Restaurant owners considering acquiring, selling, or merging with another restaurant or related business who understand how the novel coronavirus has impacted restaurant M&A negotiations are better prepared to protect their interests in these transactions.
How COVID-19 Has Impacted Pending Restaurant M&A Transactions
A transaction involving the purchase, sale, or merger of a restaurant often takes place in stages. The parties execute a purchase agreement that designates due diligence to be performed by a stated closing date. The purchase agreement records the terms of the sale as well as the parties’ agreed allocation of risk regarding occurrences that could affect the consummation of the deal on the closing date. The due diligence performed in the interim period between execution of the purchase agreement and the closing may include inspection of the premises, interviews with key personnel, and review of financial reports and records supplied by the seller.
Pending restaurant M&A transactions with closing dates set after the novel coronavirus took hold in the US ran into unanticipated roadblocks. Buyers alleged that sellers breached the purchase agreement’s requirement to operate the business in the ordinary course pending closing by laying off or furloughing employees or by modifying service options or even closing during state-mandated shelter-in-place orders.

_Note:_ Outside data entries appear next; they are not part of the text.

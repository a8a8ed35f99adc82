package dev.tend.runtime;

import dev.tend.engine.Effect;
import dev.tend.engine.Engine;
import dev.tend.engine.EngineSetup;
import dev.tend.engine.EventTimeMode;
import dev.tend.engine.Input;
import dev.tend.playbooks.PlaybookSet;
import dev.tend.playbooks.load.PlaybookLoader;
import dev.tend.shared.HealthTransition;
import dev.tend.shared.SignalState;
import dev.tend.shared.fleet.Fleet;
import dev.tend.shared.fleet.FleetFile;
import dev.tend.shared.wire.WireWriter;
import org.junit.jupiter.api.Test;

import java.nio.file.Path;
import java.time.Instant;
import java.util.List;

import static org.assertj.core.api.Assertions.assertThat;

/**
 * What {@code tend ingest}'s reader hands the driver ({@link NumberedInputs}): the transition as
 * read, its wire line, its signal numbered once, and an engine that decides on these exactly as
 * on the inputs made without numbers.
 */
class NumberedInputsTest {
    private static final Path LIBRARY = dev.tend.testing.RepositoryRoot.path().resolve("playbooks/library");

    @Test
    void aSignalReadTwiceIsNumberedOnceWithTheSameIdsAndItsWireLine() {
        NumberedInputs inputs = new NumberedInputs();
        HealthTransition first = HealthTransition.of(Instant.parse("2027-03-14T02:17:00Z"), "fares-3", "n2", "heartbeat", SignalState.SILENT);
        HealthTransition again = HealthTransition.of(Instant.parse("2027-03-14T02:18:00.5Z"), "fares-3", "n2", "heartbeat", SignalState.CLEAR);
        HealthTransition other = HealthTransition.of(Instant.parse("2027-03-14T02:18:01Z"), "fares-3", null, "heartbeat", SignalState.BREACH);
        Input.Transition a = (Input.Transition) inputs.of(first);
        Input.Transition b = (Input.Transition) inputs.of(again);
        Input.Transition c = (Input.Transition) inputs.of(other);
        assertThat(a.transition()).isEqualTo(first);
        assertThat(b.transition()).isEqualTo(again);
        assertThat(a.wire()).isEqualTo(WireWriter.line(first));
        assertThat(b.wire()).isEqualTo(WireWriter.line(again));
        assertThat(b.numbered()).isSameAs(a.numbered());
        assertThat(c.numbered().number()).isNotEqualTo(a.numbered().number());
        assertThat(b.transition().cluster()).isSameAs(a.transition().cluster());
        assertThat(c.transition().signal()).isSameAs(a.transition().signal());
    }

    @Test
    void linesReadWithItsCanonicalIdsGiveTheInputsOfLinesReadWithout() {
        String lines = String.join("\n",
                "{\"at\":\"2027-03-14T02:17:00Z\",\"cluster\":\"fares-3\",\"node\":\"n2\",\"signal\":\"heartbeat\",\"state\":\"silent\"}",
                "{\"state\":\"clear\",\"signal\":\"heartbeat\",\"node\":\"n2\",\"cluster\":\"fares-3\",\"at\":\"2027-03-14T02:18:00Z\"}",
                "{\"at\":\"2027-03-14T02:18:01Z\",\"cluster\":\"fares-3\",\"node\":\"n2\",\"topology\":\"left\"}", "");
        NumberedInputs canonical = new NumberedInputs();
        NumberedInputs looked = new NumberedInputs();
        List<Input> a = new java.util.ArrayList<>();
        List<Input> b = new java.util.ArrayList<>();
        canonical.canonicalIds(dev.tend.shared.wire.WireReader.of("e.jsonl")).readAll(new java.io.ByteArrayInputStream(lines.getBytes(java.nio.charset.StandardCharsets.UTF_8)),
                r -> { if (r instanceof dev.tend.shared.wire.LineResult.Event e) a.add(canonical.ofCanonical(e)); });
        dev.tend.shared.wire.WireReader.of("e.jsonl").readAll(new java.io.ByteArrayInputStream(lines.getBytes(java.nio.charset.StandardCharsets.UTF_8)),
                r -> { if (r instanceof dev.tend.shared.wire.LineResult.Event e) b.add(looked.of(e)); });
        assertThat(a).hasSize(3);
        for (int i = 0; i < 2; i++) {
            Input.Transition x = (Input.Transition) a.get(i);
            Input.Transition y = (Input.Transition) b.get(i);
            assertThat(x.transition()).isEqualTo(y.transition());
            assertThat(x.wire()).isEqualTo(y.wire());
            assertThat(x.numbered().key()).isEqualTo(y.numbered().key());
        }
        assertThat(((Input.Topology) a.get(2)).event()).isEqualTo(((Input.Topology) b.get(2)).event());
        // the fast path's line and the general way's share the instances
        Input.Transition first = (Input.Transition) a.get(0);
        Input.Transition second = (Input.Transition) a.get(1);
        assertThat(second.transition().cluster()).isSameAs(first.transition().cluster());
        assertThat(second.numbered()).isSameAs(first.numbered());
        assertThat(((Input.Topology) a.get(2)).event().node()).isSameAs(first.transition().node());
    }

    @Test
    void anEngineFedNumberedInputsDecidesAsOneFedThemUnnumbered() {
        PlaybookSet set = PlaybookLoader.load(LIBRARY);
        Fleet fleet = FleetFile.load(LIBRARY.resolve("fleet.yaml"));
        for (long seed = 1; seed <= 4; seed++) {
            EventTimeMode mode = EventTimeMode.eventsOnly();
            EngineSetup setup = new EngineSetup(set, set.config(), fleet, dev.tend.engine.BrakeThresholds.from(set.config().brake()), mode);
            Engine plain = new Engine(setup);
            Engine numbered = new Engine(setup);
            NumberedInputs reader = new NumberedInputs();
            RandomInputs inputs = new RandomInputs(seed, fleet, 40, Instant.parse("2027-03-14T01:00:00Z"));
            int transitions = 0;
            for (int i = 1; i <= 1_000; i++) {
                RandomInputs.Step step = inputs.next();
                List<Effect> expected = RandomInputs.handle(plain, step);
                Input in = step.input() instanceof Input.Transition t ? reader.of(t.transition())
                        : step.input() instanceof Input.Topology o ? reader.of(o.event()) : step.input();
                if (in instanceof Input.Transition) transitions++;
                assertThat(numbered.handle(in, step.now())).as("effects of input %d (%s), seed %d", i, step.input(), seed)
                        .isEqualTo(expected);
                inputs.observe(expected);
            }
            assertThat(transitions).isGreaterThan(300);
            assertThat(numbered.state()).isEqualTo(plain.state());
        }
    }
}
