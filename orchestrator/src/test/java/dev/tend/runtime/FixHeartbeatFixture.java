package dev.tend.runtime;

import dev.tend.engine.BrakeThresholds;
import dev.tend.engine.EngineSetup;
import dev.tend.engine.EventTimeMode;
import dev.tend.playbooks.PlaybookSet;
import dev.tend.playbooks.load.PlaybookLoader;
import dev.tend.shared.fleet.FleetFile;

import java.io.IOException;
import java.nio.file.Files;
import java.nio.file.Path;

/**
 * The driver tests' policy folder: one playbook (fix-heartbeat: a silent node gets a one-step
 * simulated fix that always succeeds), the given {@code tend.yaml}, and an invented fleet of
 * {@code fares-1} to {@code fares-N}, each with three nodes in three zones.
 */
final class FixHeartbeatFixture {
    /** A brake that no test's few clusters reach. */
    static final String BRAKE = "brake: { engage-at: { clusters: 100 }, release-below: { clusters: 50 } }\n";

    private FixHeartbeatFixture() {
    }

    static void write(Path dir, String tendYaml, int clusters) throws IOException {
        Files.writeString(dir.resolve("actions.yaml"), "actions:\n  fix: { simulated: { duration: 1s, success: 1.0 } }\n");
        Files.writeString(dir.resolve("tend.yaml"), tendYaml);
        Files.writeString(dir.resolve("fix.yaml"), """
                playbook: fix-heartbeat
                version: 1
                trigger: { signal: heartbeat, state: silent, scope: node }
                limits: { keep-replicas: false }
                steps:
                  - { id: fix, action: fix, timeout: 1m }
                """);
        StringBuilder fleet = new StringBuilder("fleet: larkspur\nclusters:\n");
        for (int c = 1; c <= clusters; c++) {
            fleet.append("  - id: fares-").append(c).append("\n    nodes: [ { id: n1, zone: z-a }, { id: n2, zone: z-b }, { id: n3, zone: z-c } ]\n");
        }
        Files.writeString(dir.resolve("fleet.yaml"), fleet);
    }

    /** {@link #write} with only {@link #BRAKE} in {@code tend.yaml} and four clusters, loaded as the engine's setup (event time from the events alone). */
    static EngineSetup setup(Path dir) throws Exception {
        write(dir, BRAKE, 4);
        PlaybookSet set = PlaybookLoader.load(dir);
        return new EngineSetup(set, set.config(), FleetFile.load(dir.resolve("fleet.yaml")),
                BrakeThresholds.from(set.config().brake()), EventTimeMode.eventsOnly());
    }
}
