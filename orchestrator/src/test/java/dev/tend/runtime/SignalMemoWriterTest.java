package dev.tend.runtime;

import com.fasterxml.jackson.databind.DeserializationFeature;
import com.fasterxml.jackson.databind.ObjectMapper;
import com.fasterxml.jackson.databind.module.SimpleModule;
import dev.tend.shared.Id;
import dev.tend.shared.SignalKey;
import dev.tend.shared.SignalState;
import dev.tend.shared.fleet.HealthMemo;
import org.junit.jupiter.api.Test;

import java.time.Instant;
import java.util.List;

import static org.assertj.core.api.Assertions.assertThat;

/** Format 2's signals: written as compact arrays with instants as seconds, and read back exactly. */
class SignalMemoWriterTest {
    private final ObjectMapper format2 = SnapshotCodec.recordMapper(SnapshotCodec.textModule())
            .registerModule(new SimpleModule("signals").addSerializer(HealthMemo.Signal.class, new SignalMemoWriter())
                    .addDeserializer(HealthMemo.Signal.class, new SignalMemoReader()))
            .enable(DeserializationFeature.USE_BIG_DECIMAL_FOR_FLOATS);

    private static final Instant T = Instant.parse("2027-03-14T02:17:00Z");

    @Test
    void aSignalIsAnArrayWithItsInstantsAsSecondsToTheNanosecond() throws Exception {
        HealthMemo.Signal s = new HealthMemo.Signal(new SignalKey(Id.of("fares-3"), Id.of("n1"), Id.of("heartbeat")),
                SignalState.SILENT, T, T.plusMillis(500), List.of(T.minusSeconds(90), T.plusNanos(1_500), T.plusNanos(7)));
        // 2027-03-14T02:17:00Z is 1,804,990,620 s after the epoch
        assertThat(format2.writeValueAsString(s)).isEqualTo("[\"fares-3\",\"n1\",\"heartbeat\",\"SILENT\",1804990620,1804990620.5,"
                + "[1804990530,1804990620.0000015,1804990620.000000007]]");
    }

    @Test
    void everySignalShapeReadsBackEqual() throws Exception {
        List<HealthMemo.Signal> signals = List.of(
                new HealthMemo.Signal(new SignalKey(Id.of("fares-3"), Id.of("n1"), Id.of("heartbeat")), SignalState.SILENT,
                        T, T.plusMillis(500), List.of(T.minusSeconds(90), T.plusNanos(1_500), T.plusNanos(7), T.plusNanos(999_999_999))),
                new HealthMemo.Signal(new SignalKey(Id.of("dispatch-1"), null, Id.of("replica-lag")), SignalState.CLEAR,
                        T.minusSeconds(3600), T, List.of()),
                new HealthMemo.Signal(new SignalKey(Id.of("dispatch-1"), Id.of("n2"), Id.of("cert-expiry")), SignalState.BREACH,
                        T, null, List.of(T)),
                // the epoch itself, and instants before it (written as text: a negative number's fraction would read the other way)
                new HealthMemo.Signal(new SignalKey(Id.of("depot-2"), Id.of("n9"), Id.of("storage-full")), null,
                        Instant.EPOCH, Instant.ofEpochSecond(-1, 250_000_000), List.of(Instant.parse("1969-07-20T20:17:40Z"))));
        for (HealthMemo.Signal s : signals) {
            String text = format2.writeValueAsString(s);
            assertThat(format2.readValue(text, HealthMemo.Signal.class)).as(text).isEqualTo(s);
            // read as the codec reads a snapshot: through a tree first
            assertThat(format2.treeToValue(format2.readTree(text), HealthMemo.Signal.class)).as(text).isEqualTo(s);
        }
        HealthMemo memo = new HealthMemo(signals, List.of(), List.of(), 2, 9);
        String text = format2.writeValueAsString(memo);
        assertThat(format2.treeToValue(format2.readTree(text), HealthMemo.class)).isEqualTo(memo);
    }

    @Test
    void aSignalThatIsNotAnArrayIsRefusedWithWhatWasExpected() {
        String formatOne = "{\"key\":{\"cluster\":\"fares-3\",\"node\":\"n1\",\"signal\":\"heartbeat\"},\"state\":\"SILENT\","
                + "\"since\":\"2027-03-14T02:17:00Z\",\"lastAt\":null,\"changes\":[]}";
        org.assertj.core.api.Assertions.assertThatThrownBy(() -> format2.readValue(formatOne, HealthMemo.Signal.class))
                .hasMessageContaining("expected a signal (START_ARRAY), got START_OBJECT");
    }
}
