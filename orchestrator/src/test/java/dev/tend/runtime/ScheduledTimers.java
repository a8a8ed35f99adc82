package dev.tend.runtime;

import dev.tend.shared.time.Timers;

import java.time.Clock;
import java.time.Duration;
import java.time.Instant;
import java.util.Map;
import java.util.concurrent.ConcurrentHashMap;
import java.util.concurrent.Executors;
import java.util.concurrent.ScheduledExecutorService;
import java.util.concurrent.ScheduledFuture;
import java.util.concurrent.TimeUnit;
import java.util.function.Consumer;

/**
 * Wall-clock timers on a plain scheduled executor, for tests and benchmarks that drive an
 * orchestrator on a {@link Clock} of their own; {@code tend serve} and {@code tend ingest} use
 * {@link QuartzTimers}. A timer whose time has passed fires at once.
 */
public final class ScheduledTimers implements Timers, AutoCloseable {
    private final ScheduledExecutorService pool = Executors.newSingleThreadScheduledExecutor(r -> {
        Thread t = new Thread(r, "tend-timers");
        t.setDaemon(true);
        return t;
    });
    private final Map<String, ScheduledFuture<?>> armed = new ConcurrentHashMap<>();
    private final Clock clock;
    private final Consumer<String> fire;

    public ScheduledTimers(Clock clock, Consumer<String> fire) {
        this.clock = clock;
        this.fire = fire;
    }

    @Override
    public void arm(String key, Instant due) {
        long delay = Math.max(0, Duration.between(clock.instant(), due).toMillis());
        ScheduledFuture<?> f = pool.schedule(() -> {
            armed.remove(key);
            fire.accept(key);
        }, delay, TimeUnit.MILLISECONDS);
        ScheduledFuture<?> old = armed.put(key, f);
        if (old != null) old.cancel(false);
    }

    @Override
    public void cancel(String key) {
        ScheduledFuture<?> f = armed.remove(key);
        if (f != null) f.cancel(false);
    }

    public int armedCount() {
        return armed.size();
    }

    @Override
    public void close() {
        pool.shutdownNow();
    }
}
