package dev.tend.runtime;

import dev.tend.engine.BrakeThresholds;
import dev.tend.engine.Effect;
import dev.tend.engine.Engine;
import dev.tend.engine.EngineSetup;
import dev.tend.engine.EventTimeMode;
import dev.tend.playbooks.PlaybookSet;
import dev.tend.playbooks.load.PlaybookLoader;
import dev.tend.shared.fleet.Fleet;
import dev.tend.shared.fleet.FleetFile;
import dev.tend.store.InputRow;
import dev.tend.store.SnapshotRow;
import dev.tend.store.Store;
import org.junit.jupiter.api.Test;
import org.junit.jupiter.api.io.TempDir;

import java.nio.file.Path;
import java.time.Instant;
import java.util.ArrayList;
import java.util.List;
import java.util.Map;

import static org.assertj.core.api.Assertions.assertThat;

/**
 * A store starts from its snapshot, in this tend's format or in format 1 (what tend wrote
 * before), at the state a replay of its whole journal builds, and decides the inputs after it
 * as that replay does. Real SQLite stores.
 */
class SnapshotFormatTest {
    private static final Path LIBRARY = dev.tend.testing.RepositoryRoot.path().resolve("playbooks/library");
    private static final int JOURNALED = 600;
    private static final int SNAPSHOT_AT = 400;
    private static final int AFTER = 200;

    @TempDir
    Path dir;

    @Test
    void aStoreStartsFromASnapshotOfThisFormatAsFromItsWholeJournal() {
        startsAsTheWholeJournal(false);
    }

    @Test
    void aStoreStartsFromAFormatOneSnapshotAsFromItsWholeJournal() {
        startsAsTheWholeJournal(true);
    }

    /** {@code state}'s JSON with the health view's signals in the order of their keys. */
    private static com.fasterxml.jackson.databind.JsonNode withSignalsSorted(dev.tend.engine.EngineState state) {
        try {
            com.fasterxml.jackson.databind.ObjectMapper m = new com.fasterxml.jackson.databind.ObjectMapper();
            com.fasterxml.jackson.databind.JsonNode root = m.readTree(SnapshotCodec.json(state));
            com.fasterxml.jackson.databind.node.ArrayNode signals = (com.fasterxml.jackson.databind.node.ArrayNode) root.path("health").path("signals");
            List<com.fasterxml.jackson.databind.JsonNode> all = new ArrayList<>();
            signals.forEach(all::add);
            all.sort(java.util.Comparator.comparing(n -> n.path("key").toString()));
            signals.removeAll();
            signals.addAll(all);
            return root;
        } catch (java.io.IOException e) {
            throw new java.io.UncheckedIOException(e);
        }
    }

    private void startsAsTheWholeJournal(boolean formatOne) {
        PlaybookSet set = PlaybookLoader.load(LIBRARY);
        Fleet fleet = FleetFile.load(LIBRARY.resolve("fleet.yaml"));
        EngineSetup setup = new EngineSetup(set, set.config(), fleet, BrakeThresholds.from(set.config().brake()),
                EventTimeMode.eventsOnly());
        String fingerprint = SnapshotCodec.fingerprint(setup);
        Engine live = new Engine(setup);
        RandomInputs inputs = new RandomInputs(11, fleet, 40, Instant.parse("2027-03-14T01:00:00Z"));
        try (Store store = Store.openSqlite(dir.resolve("tend.db"))) {
            List<InputRow> rows = new ArrayList<>();
            for (int i = 1; i <= JOURNALED; i++) {
                RandomInputs.Step step = inputs.next();
                inputs.observe(RandomInputs.handle(live, step));
                rows.add(InputCodec.encode(step.input(), step.now()));
                if (i == SNAPSHOT_AT) {
                    List<InputRow> before = List.copyOf(rows);
                    store.useTransaction(tx -> tx.appendInputs(before));
                    rows.clear();
                    Map<String, Long> sources = Map.of("ingest:larkspur", 390L);
                    SnapshotRow row = formatOne
                            ? FormatOneSnapshot.of(i, step.now(), fingerprint, live.state(), sources)
                            : SnapshotCodec.encode(i, step.now(), fingerprint, live.state(), sources);
                    assertThat(row.format()).isEqualTo(formatOne ? 1 : SnapshotCodec.FORMAT);
                    store.useTransaction(tx -> tx.putSnapshot(row, 2));
                }
            }
            store.useTransaction(tx -> tx.appendInputs(rows));

            JournalTail fromSnapshot = JournalTail.open(store, setup, fingerprint);
            fromSnapshot.catchUp();
            JournalTail whole = JournalTail.open(store, setup, "not this setup: the whole journal");
            whole.catchUp();
            assertThat(fromSnapshot.snapshotSeq()).as("started from the snapshot").isEqualTo(SNAPSHOT_AT);
            assertThat(fromSnapshot.replayed()).as("replayed only the journal after it").isEqualTo(JOURNALED - SNAPSHOT_AT);
            assertThat(fromSnapshot.sources()).containsEntry("ingest:larkspur", 390L);
            assertThat(whole.snapshotSeq()).isZero();
            assertThat(whole.replayed()).isEqualTo(JOURNALED);
            assertThat(SnapshotCodec.json(fromSnapshot.engine().state())).as("the state of the engine that journaled it all")
                    .isEqualTo(SnapshotCodec.json(live.state()));
            // a replay that took no snapshot lists the health view's signals in its map's order: the same signals
            assertThat(withSignalsSorted(fromSnapshot.engine().state())).as("the state of a replay of the whole journal")
                    .isEqualTo(withSignalsSorted(whole.engine().state()));

            // and the next inputs are decided alike
            for (int i = 0; i < AFTER; i++) {
                RandomInputs.Step step = inputs.next();
                List<Effect> expected = RandomInputs.handle(whole.engine(), step);
                assertThat(RandomInputs.handle(fromSnapshot.engine(), step)).as("effects of input %d", JOURNALED + i + 1)
                        .isEqualTo(expected);
                inputs.observe(expected);
            }
        }
    }
}
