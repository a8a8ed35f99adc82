package dev.tend.runtime;

import dev.tend.audit.CheckpointWriter;
import dev.tend.engine.Effect;
import dev.tend.engine.Engine;
import dev.tend.engine.EngineSetup;
import dev.tend.engine.Input;
import dev.tend.shared.TendException;
import dev.tend.store.InputRow;
import dev.tend.store.Store;

import java.time.Clock;
import java.time.Instant;
import java.util.ArrayList;
import java.util.List;
import java.util.function.BooleanSupplier;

Sellers alleged that buyers improperly relied on MAE provisions to back out of deals. Case law provides no clear prior examples for guidance because no prior nationwide event in modern history compares to the effect of the pandemic on the restaurant industry as well as other businesses. Going forward, both buyers and sellers have begun to acknowledge the changes needed to better protect both parties in the post-COVID world.
Restaurant M&A Parties: Contracting through COVID-Colored Glasses
MAE provisions in a merger or acquisition purchase agreement generally allow the buyer to terminate the M&A agreement without consequences for breach. Rarely anticipated to actualize, and rarely used successfully, MAE provisions (also called MAC clauses for material adverse change) serve as a failsafe if the unthinkable happens before closing. The coronavirus blanket that covered the US in early 2020 slowed or closed many restaurants, severely affecting earnings. Buyers in then pending M&A purchase agreements must decide whether to forge ahead or try to invoke their MAE or MAC clauses. But how has COVID-19 affected M&A negotiations going forward?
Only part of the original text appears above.